Odd Divisibility

Case(1) If $n \leq 1$

$n=0$ will not satisfy so it is not our solution.

$n=1$ is satisfied $1 |3^1-2^1=1$ .So. $n=1$ is our first solution.

Case(2): if $n >1$

$3^n-2^n \\ =(1+2)^n-2^n\\ =1 +{n \choose 1}2+{n \choose 2} 2^2 + {n \choose 3}2^3 + \cdots + {n \choose n}2^n -2^n \\ =1 +{n \choose 1}2+{n \choose 2} 2^2 + {n \choose 3}2^3 + \cdots +2^n-2^n \\=1 +{n \choose 1}2+{n \choose 2} 2^2 + {n \choose 3}2^3 + \cdots +{n \choose {n-1}}2^{n-1}$

As $3^n-2^n$ is an odd integer then it should not be divisible by even so, $n$ will be odd.

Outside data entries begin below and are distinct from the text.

VBT_COEFFICIENTS: dict[str, tuple[float, float]] = {
    "1:1": (117.3, 51.9),
    "2:1": (133.5, 60.9),
    "1:2": (165.3, -29.8),
    "2:2": (119.0, 60.0),
    "general": (138.7, 27.6),
}
"""alpha (kJ mol^-1 nm) and beta (kJ mol^-1) of U = 2I(alpha/Vm^(1/3) + beta).
"1:1" MX, "2:1" MX2 (cation charge 2, anion 1), "1:2" M2X, "2:2" MX of
doubly charged ions (MgO, CaS): Jenkins, Roobottom, Passmore, Glasser,
Inorg. Chem. 1999, 38, 3609, doi:10.1021/ic9812961, table of alpha and beta
per charge type; "general": Glasser and Jenkins, J. Am. Chem. Soc. 2000,
122, 632, doi:10.1021/ja992375u. Values from memory: the papers' tables
could not be read through an open copy (the 2000 paper's abstract, read at
studylib.net, confirms only A = 121.39 and the 5000 kJ/mol limit); the 2:2
pair is the one least sure. None of them was fitted here."""

VBT_LIMITING_A_KJ_NM_MOL = 121.39
"""A of the Glasser-Jenkins limiting equation U = A I (2I/Vm)^(1/3), for
U > 5000 kJ/mol (Glasser and Jenkins 2000, abstract)."""

VBT_LIMITING_ABOVE_KJ_MOL = 5000.0
"""The limiting equation applies above this lattice energy (Glasser and Jenkins 2000)."""

VBT_SALT_TYPES = ("1:1", "2:1", "1:2", "2:2", "general", "limiting")

_R_KJ_MOL_K = 8.314462618e-3

BMH_RHO_PM = 26.2
"""Repulsion range of :func:`born_mayer_huggins_lattice_energy_kJ_mol` as
scored: one value for every alkali halide, set on the calibration alkali
halides only (the Li, K and Cs halides of tests/data/lattice_reference.csv:
the 0.1 pm grid value that minimises their median absolute error against the
Born-Haber values, 0.7 %) and checked on the Na and Rb halides (validation).
Tosi and Fumi's compressibility fits give 31.7-34.2 pm (1964, from memory);
the smaller value here also absorbs the zero-point and thermal terms that
separate a static lattice energy from a 298 K cycle value, so it is a fitted
parameter, not a measured range."""

# N_A x 1e-60 erg cm^6 / pm^6 and N_A x 1e-76 erg cm^8 / pm^8 in kJ/mol:
# 1e-60 erg cm^6 = 1e-79 J m^6 = 1e-7 J pm^6; 1e-76 erg cm^8 = 1e-99 J m^8 = 1e-3 J pm^8.
_C6_UNIT_KJ_PM6_MOL = _NA * 1e-7 * 1e-3
_D8_UNIT_KJ_PM8_MOL = _NA * 1e-3 * 1e-3




def born_lande_lattice_energy_kJ_mol(madelung_constant, charge_factor, r0_pm, born_exponent):
    """Born-Lande lattice energy.

    .. math:: U = \\frac{N_A A z^2 e^2}{4\\pi\\varepsilon_0 r_0}\\left(1 - \\frac1n\\right)

    Parameters
    ----------
    madelung_constant : float or array-like
        ``A`` in the convention of :func:`scorer.madelung.madelung_constant`
        (``"common_factor"``): 1.74756 for rock salt.
    charge_factor : float or array-like
        ``z``, the highest common factor of the ion charges (1 for NaCl and
        CaF2, 2 for MgO).
    r0_pm : float or array-like
        Cation-anion distance in pm.
    born_exponent : float or array-like
        ``n`` of the repulsion ``B/r**n`` (Pauling: 5 to 12).

    Returns
    -------
    float or ndarray
        U in kJ/mol (positive).

    References
    ----------
    M. Born and A. Lande, Verh. Dtsch. Phys. Ges. 1918, 20, 210.

    Examples
    --------
    NaCl with A = 1.74756, r0 = 281 pm, n = 8 (Huheey, Keiter and Keiter,
    Inorganic Chemistry, 4th ed., 1993, worked example for eq. 4.13, which
    quotes -755 kJ/mol with rounded constants; from memory):

    >>> round(born_lande_lattice_energy_kJ_mol(1.74756, 1, 281.0, 8))
    756
    """
    a = np.asarray(madelung_constant, dtype=float)
    z = np.asarray(charge_factor, dtype=float)
    r0 = np.asarray(r0_pm, dtype=float)
    n = np.asarray(born_exponent, dtype=float)
    u = COULOMB_KJ_PM_MOL * a * z**2 / r0 * (1.0 - 1.0 / n)
    return float(u) if u.ndim == 0 else u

If $n$ is a odd prime then each ${n \choose r}$ terms will contain $n$ because it will not cancel out as it is prime.The expression will become $nk+1$ which is never divisible by $n$

If $n$ is an odd composite number.First of all consider $t_r={n \choose r} 2^r =\dfrac{n!}{r!(n-r)!} 2^r \\ =\dfrac{n(n-1)(n-2)...(n-r+1)}{r!} 2^r \\ =n \dfrac{(n-1)(n-2)...(n-r+1)}{1.2.3.4....(r-1).r} 2^r$ .If $r >n/2$ then we will cancel out $r!$ and will keep $(n-r)!$ else we will keep $r!$ .In the denominator there are $r$ consecutive terms and in the numerator there are also $r$ consecutive terms.If we separate $n$ and keep $(r-1)$ terms.In the denominator we can keep such $(r-1)$ which will cancels out by the $(r-1))$ terms of numerator.So, one will term will left .If the term will prime then there will be at least one factor in the numerator because we select $r \leq n/2$ .If it is odd composite then there will be enough factors are there in the numerator.So , each ${n \choose r} 2^r$ will be divisible by $n$ .

So, again the expression will become $nk+1$ which will never divisible by $n.$

Therefore , only solution is $n=1$

Note This method is not perfect but I want to show how I approached.